━━ Recorded data ━━

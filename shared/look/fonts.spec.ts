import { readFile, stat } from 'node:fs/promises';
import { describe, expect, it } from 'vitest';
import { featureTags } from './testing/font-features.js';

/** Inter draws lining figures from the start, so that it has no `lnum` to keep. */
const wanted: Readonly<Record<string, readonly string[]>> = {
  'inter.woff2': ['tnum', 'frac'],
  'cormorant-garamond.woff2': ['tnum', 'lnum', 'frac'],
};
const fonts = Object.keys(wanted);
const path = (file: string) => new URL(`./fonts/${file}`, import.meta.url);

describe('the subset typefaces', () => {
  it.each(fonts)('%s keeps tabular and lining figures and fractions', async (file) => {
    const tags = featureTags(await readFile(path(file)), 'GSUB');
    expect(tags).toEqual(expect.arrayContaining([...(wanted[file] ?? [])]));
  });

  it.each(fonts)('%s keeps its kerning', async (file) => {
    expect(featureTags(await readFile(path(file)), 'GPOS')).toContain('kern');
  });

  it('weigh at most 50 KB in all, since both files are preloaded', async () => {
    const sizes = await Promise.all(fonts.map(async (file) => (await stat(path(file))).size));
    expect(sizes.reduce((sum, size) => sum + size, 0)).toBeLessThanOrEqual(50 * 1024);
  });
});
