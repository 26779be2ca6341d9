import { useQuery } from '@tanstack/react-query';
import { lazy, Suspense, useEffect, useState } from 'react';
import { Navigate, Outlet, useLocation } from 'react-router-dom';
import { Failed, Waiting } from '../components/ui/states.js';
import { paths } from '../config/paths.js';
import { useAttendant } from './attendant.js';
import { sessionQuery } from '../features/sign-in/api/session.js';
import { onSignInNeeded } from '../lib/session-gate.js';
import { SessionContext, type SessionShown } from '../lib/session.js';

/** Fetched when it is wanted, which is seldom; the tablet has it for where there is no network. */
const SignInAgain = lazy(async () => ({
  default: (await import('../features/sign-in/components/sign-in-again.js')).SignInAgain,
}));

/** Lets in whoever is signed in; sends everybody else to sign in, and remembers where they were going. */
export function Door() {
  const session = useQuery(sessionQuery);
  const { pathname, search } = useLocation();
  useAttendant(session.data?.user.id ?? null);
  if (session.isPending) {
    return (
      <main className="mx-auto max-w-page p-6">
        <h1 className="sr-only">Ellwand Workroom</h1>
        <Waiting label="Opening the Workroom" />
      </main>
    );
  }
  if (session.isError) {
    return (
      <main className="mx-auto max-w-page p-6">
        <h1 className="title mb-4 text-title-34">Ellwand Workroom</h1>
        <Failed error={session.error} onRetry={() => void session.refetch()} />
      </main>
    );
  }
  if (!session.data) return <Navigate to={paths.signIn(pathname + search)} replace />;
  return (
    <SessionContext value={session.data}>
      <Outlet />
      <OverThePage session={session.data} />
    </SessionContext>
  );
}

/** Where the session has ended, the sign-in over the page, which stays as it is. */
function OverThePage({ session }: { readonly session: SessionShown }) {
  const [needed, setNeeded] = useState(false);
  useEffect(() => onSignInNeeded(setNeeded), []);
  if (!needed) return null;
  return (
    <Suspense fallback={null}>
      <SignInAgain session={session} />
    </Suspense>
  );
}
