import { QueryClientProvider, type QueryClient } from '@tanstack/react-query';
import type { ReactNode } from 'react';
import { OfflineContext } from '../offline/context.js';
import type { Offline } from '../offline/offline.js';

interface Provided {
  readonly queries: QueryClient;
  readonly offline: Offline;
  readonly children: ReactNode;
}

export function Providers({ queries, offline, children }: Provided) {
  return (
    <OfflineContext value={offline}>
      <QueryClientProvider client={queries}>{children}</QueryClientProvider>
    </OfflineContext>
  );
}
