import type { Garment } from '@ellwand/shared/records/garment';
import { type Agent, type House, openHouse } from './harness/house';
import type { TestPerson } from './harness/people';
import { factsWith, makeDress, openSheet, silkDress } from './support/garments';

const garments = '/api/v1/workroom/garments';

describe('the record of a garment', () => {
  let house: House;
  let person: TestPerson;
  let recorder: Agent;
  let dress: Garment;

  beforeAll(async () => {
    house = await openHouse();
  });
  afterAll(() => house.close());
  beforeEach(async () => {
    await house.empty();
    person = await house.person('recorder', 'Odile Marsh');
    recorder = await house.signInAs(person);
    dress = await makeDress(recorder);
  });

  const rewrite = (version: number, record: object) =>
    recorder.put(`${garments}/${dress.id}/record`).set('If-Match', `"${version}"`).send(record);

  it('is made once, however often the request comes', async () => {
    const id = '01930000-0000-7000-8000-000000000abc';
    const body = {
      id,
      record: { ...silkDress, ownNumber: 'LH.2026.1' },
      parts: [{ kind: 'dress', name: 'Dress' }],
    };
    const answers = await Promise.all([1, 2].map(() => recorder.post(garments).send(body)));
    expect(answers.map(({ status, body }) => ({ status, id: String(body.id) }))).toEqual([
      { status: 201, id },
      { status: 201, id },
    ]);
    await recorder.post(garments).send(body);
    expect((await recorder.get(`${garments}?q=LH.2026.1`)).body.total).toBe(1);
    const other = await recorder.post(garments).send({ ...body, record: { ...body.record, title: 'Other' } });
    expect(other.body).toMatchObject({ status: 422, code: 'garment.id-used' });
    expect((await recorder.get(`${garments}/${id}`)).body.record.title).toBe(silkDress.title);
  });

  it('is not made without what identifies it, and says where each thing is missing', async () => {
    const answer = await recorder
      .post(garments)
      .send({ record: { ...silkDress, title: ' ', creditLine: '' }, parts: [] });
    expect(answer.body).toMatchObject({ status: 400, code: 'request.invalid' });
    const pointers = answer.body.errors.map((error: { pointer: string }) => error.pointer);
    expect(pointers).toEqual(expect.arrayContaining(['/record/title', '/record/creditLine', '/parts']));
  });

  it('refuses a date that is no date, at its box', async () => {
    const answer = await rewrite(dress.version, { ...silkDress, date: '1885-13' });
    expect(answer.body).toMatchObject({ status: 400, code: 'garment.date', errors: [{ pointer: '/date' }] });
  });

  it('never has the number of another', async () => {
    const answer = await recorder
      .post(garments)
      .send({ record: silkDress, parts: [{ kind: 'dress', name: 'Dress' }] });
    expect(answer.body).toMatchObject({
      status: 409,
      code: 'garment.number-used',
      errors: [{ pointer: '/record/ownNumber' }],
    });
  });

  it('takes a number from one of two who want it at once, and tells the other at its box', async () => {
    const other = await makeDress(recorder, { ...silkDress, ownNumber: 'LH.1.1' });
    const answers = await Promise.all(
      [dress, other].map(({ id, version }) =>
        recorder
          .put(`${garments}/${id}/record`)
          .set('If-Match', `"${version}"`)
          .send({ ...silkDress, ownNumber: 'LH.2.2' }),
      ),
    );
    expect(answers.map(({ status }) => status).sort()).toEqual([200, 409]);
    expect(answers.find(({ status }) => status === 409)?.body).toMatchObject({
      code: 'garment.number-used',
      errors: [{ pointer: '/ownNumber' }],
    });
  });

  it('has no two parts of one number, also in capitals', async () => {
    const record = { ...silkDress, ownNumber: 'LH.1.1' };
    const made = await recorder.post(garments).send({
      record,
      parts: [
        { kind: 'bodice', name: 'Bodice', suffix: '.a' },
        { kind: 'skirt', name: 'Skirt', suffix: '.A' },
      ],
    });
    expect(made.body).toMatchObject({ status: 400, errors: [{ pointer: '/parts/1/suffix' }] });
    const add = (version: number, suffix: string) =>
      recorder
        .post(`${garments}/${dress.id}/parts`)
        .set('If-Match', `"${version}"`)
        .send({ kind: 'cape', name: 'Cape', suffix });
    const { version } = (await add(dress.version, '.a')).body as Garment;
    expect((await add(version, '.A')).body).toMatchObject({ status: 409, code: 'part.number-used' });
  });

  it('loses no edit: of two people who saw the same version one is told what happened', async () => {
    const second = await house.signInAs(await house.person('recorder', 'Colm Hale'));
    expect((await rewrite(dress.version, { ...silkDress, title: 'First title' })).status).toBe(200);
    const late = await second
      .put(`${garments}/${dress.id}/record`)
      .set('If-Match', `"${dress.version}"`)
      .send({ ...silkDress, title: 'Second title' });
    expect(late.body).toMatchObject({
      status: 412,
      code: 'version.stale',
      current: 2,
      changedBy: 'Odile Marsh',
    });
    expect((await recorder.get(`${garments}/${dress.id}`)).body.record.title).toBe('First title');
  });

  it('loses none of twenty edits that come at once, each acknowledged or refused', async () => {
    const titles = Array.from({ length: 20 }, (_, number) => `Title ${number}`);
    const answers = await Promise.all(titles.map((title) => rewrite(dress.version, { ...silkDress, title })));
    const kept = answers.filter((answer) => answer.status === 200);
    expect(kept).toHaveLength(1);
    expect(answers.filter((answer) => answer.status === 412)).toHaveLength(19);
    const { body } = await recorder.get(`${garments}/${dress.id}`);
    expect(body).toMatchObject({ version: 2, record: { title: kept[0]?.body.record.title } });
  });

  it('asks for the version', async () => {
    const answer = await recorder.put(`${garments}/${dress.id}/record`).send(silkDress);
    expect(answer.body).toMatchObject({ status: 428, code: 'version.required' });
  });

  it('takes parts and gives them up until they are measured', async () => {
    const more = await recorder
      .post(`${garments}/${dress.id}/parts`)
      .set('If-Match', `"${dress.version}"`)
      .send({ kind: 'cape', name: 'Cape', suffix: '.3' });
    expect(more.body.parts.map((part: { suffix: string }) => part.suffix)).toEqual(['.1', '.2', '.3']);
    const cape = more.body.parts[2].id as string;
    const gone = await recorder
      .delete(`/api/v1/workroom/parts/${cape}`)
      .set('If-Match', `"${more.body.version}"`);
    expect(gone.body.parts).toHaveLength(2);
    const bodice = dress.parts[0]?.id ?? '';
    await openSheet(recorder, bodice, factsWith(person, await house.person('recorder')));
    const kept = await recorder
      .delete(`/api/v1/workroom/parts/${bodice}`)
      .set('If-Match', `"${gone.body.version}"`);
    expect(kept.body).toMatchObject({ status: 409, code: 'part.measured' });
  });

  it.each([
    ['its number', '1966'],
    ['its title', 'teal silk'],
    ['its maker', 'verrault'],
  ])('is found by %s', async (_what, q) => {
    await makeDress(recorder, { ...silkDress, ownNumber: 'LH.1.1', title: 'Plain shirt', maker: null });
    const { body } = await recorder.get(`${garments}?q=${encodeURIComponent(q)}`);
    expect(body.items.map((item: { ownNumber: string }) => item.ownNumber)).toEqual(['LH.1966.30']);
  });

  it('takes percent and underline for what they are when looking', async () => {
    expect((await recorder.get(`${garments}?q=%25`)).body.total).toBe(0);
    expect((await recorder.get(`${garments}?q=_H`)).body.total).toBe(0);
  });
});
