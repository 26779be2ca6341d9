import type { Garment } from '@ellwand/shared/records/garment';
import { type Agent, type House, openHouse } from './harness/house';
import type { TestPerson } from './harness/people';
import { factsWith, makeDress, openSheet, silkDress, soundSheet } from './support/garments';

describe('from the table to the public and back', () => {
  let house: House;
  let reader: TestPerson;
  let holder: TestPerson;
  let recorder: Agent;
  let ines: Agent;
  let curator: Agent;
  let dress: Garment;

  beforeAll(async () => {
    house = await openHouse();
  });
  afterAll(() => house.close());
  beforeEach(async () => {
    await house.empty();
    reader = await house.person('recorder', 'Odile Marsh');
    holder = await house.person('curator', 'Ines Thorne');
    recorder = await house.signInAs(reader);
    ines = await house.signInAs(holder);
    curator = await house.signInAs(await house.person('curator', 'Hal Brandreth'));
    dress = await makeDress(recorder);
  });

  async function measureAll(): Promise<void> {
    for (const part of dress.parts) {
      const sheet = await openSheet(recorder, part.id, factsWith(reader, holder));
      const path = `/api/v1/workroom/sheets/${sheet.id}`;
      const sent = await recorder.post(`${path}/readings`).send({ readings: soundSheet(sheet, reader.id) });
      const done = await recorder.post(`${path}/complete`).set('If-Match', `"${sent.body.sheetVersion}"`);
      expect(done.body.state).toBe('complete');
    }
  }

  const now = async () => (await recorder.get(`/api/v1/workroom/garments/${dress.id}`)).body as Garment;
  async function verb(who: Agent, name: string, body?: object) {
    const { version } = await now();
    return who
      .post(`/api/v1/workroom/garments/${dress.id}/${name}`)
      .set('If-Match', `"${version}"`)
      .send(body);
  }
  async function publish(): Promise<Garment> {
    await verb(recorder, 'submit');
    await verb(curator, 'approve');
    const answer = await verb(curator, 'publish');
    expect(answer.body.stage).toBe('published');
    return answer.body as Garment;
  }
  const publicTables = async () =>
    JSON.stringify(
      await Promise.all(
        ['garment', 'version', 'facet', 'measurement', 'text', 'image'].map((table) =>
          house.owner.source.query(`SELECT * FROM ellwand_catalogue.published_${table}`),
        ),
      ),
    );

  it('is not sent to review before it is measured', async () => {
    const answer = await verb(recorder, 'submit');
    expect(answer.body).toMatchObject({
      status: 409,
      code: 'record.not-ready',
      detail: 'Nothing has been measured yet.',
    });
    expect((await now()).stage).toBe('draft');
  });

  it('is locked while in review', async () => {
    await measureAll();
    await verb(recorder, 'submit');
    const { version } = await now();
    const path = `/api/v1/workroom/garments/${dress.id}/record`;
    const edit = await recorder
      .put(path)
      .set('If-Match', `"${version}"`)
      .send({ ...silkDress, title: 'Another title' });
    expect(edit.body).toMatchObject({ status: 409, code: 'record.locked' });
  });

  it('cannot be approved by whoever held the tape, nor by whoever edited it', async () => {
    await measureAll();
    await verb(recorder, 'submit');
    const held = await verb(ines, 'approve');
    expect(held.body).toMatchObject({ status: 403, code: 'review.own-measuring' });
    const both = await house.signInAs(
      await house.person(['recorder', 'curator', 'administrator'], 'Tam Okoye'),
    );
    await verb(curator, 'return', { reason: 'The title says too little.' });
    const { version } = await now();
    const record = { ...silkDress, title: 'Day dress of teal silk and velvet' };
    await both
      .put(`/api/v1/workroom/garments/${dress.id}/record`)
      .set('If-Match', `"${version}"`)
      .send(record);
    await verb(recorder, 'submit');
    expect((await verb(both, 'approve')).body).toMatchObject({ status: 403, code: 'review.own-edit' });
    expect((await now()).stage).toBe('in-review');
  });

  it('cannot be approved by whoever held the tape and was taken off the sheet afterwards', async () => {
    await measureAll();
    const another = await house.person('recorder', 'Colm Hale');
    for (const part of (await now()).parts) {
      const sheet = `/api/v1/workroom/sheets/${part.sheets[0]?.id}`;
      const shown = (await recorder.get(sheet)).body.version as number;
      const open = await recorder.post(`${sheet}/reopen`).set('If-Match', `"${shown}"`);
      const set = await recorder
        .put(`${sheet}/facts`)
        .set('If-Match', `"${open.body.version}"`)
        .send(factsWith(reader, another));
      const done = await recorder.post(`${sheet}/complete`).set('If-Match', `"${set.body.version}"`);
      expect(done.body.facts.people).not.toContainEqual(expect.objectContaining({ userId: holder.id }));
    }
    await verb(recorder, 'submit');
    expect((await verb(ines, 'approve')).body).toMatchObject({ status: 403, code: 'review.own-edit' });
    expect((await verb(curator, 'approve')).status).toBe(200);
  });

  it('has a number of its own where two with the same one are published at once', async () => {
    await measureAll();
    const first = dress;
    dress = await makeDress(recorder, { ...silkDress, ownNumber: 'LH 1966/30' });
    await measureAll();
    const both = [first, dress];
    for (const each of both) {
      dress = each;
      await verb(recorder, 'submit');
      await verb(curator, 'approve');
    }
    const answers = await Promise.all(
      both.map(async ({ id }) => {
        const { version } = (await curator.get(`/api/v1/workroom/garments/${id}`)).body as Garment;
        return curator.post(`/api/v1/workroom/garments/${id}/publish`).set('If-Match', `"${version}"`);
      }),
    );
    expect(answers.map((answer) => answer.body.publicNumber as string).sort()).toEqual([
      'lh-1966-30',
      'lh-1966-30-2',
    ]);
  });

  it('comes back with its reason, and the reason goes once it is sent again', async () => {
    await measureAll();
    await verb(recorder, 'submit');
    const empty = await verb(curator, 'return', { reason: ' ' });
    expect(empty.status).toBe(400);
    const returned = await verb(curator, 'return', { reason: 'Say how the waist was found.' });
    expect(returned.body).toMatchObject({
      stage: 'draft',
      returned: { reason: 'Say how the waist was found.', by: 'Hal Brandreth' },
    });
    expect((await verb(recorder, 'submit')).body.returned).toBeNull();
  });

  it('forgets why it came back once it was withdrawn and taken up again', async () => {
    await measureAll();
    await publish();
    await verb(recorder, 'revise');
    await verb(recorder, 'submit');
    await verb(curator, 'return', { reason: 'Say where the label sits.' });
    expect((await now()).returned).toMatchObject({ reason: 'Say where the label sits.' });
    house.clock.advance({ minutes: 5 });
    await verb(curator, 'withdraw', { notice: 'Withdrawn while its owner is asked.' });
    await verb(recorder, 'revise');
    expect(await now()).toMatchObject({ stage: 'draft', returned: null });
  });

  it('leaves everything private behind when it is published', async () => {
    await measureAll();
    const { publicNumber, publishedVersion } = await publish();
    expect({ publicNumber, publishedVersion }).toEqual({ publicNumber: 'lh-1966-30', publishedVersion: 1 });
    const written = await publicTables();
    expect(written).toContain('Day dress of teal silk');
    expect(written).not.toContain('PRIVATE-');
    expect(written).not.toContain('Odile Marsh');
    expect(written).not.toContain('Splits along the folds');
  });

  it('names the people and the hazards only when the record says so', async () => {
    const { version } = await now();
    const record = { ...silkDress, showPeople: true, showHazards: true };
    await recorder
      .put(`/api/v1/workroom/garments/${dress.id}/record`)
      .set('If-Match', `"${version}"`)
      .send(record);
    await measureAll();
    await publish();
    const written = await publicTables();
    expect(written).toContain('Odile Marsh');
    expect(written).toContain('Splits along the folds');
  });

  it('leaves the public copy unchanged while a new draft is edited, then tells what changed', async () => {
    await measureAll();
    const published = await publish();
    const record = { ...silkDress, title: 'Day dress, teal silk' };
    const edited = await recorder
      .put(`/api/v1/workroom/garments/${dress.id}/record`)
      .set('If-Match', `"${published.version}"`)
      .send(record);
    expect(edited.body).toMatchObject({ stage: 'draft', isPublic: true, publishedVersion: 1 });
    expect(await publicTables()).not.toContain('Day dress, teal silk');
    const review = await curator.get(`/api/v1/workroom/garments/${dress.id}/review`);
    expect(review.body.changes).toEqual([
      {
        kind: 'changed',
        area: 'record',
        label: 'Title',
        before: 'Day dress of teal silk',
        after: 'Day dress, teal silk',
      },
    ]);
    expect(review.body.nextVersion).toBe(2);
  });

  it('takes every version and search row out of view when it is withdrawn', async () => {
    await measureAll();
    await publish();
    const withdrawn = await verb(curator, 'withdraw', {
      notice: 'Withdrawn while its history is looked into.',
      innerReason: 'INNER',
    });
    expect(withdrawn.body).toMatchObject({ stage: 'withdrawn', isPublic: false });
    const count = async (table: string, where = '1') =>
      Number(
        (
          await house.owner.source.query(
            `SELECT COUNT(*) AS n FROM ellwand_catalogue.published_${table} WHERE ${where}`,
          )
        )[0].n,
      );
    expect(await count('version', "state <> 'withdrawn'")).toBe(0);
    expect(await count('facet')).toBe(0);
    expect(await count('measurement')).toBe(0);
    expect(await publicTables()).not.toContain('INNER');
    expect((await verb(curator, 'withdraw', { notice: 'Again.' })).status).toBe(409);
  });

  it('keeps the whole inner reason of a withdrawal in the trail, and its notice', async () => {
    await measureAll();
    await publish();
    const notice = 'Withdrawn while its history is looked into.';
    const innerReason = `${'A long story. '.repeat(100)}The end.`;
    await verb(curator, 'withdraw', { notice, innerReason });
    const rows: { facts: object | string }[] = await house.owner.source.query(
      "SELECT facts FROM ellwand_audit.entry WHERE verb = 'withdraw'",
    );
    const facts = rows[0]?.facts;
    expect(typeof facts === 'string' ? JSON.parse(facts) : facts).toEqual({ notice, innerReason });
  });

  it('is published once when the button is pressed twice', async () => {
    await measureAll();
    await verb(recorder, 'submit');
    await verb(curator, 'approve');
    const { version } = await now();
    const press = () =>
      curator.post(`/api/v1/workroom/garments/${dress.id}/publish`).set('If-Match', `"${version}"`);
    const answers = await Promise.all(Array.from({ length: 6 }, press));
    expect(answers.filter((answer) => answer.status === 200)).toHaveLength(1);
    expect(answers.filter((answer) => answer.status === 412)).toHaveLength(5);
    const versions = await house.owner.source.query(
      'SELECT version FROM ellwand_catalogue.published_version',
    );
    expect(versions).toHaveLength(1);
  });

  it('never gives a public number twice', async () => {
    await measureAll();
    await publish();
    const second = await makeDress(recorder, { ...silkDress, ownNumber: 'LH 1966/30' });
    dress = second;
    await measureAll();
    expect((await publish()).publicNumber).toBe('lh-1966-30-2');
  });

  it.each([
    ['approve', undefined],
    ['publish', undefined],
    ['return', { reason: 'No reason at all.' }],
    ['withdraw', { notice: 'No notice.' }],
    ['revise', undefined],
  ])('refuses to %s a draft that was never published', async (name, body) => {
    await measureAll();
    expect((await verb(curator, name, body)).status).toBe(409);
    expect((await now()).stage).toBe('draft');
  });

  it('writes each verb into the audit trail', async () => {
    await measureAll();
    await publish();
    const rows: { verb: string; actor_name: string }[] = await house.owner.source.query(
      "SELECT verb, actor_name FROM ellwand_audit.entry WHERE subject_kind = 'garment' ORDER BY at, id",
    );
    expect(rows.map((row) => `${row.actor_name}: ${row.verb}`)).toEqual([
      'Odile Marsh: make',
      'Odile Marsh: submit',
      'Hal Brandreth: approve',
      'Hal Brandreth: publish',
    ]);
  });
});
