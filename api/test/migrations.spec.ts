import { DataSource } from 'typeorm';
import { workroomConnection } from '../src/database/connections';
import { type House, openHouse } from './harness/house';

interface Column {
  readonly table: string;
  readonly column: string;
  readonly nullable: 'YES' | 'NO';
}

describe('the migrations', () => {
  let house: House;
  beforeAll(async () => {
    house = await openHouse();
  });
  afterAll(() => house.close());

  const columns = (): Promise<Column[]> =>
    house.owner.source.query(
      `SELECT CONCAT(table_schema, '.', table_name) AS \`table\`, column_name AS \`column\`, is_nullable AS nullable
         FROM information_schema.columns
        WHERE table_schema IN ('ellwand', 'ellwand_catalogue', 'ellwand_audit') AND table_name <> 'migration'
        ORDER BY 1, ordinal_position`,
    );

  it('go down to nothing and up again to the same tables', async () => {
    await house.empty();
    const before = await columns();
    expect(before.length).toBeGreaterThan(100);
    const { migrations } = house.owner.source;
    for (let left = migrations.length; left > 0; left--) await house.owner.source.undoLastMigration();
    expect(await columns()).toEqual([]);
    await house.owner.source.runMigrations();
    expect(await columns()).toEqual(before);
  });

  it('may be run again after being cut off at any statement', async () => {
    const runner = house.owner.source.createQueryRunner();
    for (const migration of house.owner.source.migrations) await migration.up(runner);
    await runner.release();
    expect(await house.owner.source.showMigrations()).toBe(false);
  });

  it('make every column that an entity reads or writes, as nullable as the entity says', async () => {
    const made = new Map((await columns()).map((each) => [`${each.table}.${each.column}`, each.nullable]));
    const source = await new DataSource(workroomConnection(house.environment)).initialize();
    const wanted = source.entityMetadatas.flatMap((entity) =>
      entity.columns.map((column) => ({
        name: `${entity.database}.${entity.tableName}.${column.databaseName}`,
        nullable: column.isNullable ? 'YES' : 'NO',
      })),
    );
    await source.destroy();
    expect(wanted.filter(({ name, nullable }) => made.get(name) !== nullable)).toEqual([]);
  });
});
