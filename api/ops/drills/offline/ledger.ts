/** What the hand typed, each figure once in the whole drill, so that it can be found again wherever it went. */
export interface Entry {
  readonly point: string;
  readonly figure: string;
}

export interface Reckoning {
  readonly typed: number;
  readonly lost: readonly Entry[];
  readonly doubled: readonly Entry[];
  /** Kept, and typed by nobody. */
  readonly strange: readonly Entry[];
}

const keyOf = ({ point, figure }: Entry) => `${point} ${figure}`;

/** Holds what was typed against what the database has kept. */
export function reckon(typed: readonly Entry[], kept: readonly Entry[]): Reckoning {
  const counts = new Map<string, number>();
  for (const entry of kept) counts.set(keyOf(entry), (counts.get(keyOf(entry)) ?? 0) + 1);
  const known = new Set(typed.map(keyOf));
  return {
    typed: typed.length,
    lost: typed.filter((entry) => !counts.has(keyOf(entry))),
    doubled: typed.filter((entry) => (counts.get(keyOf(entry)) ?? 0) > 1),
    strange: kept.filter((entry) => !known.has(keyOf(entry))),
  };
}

━━━

** What you will do **
Only a number is expected in response: how many lines of the records above include the word "pointers".

** Task result **
2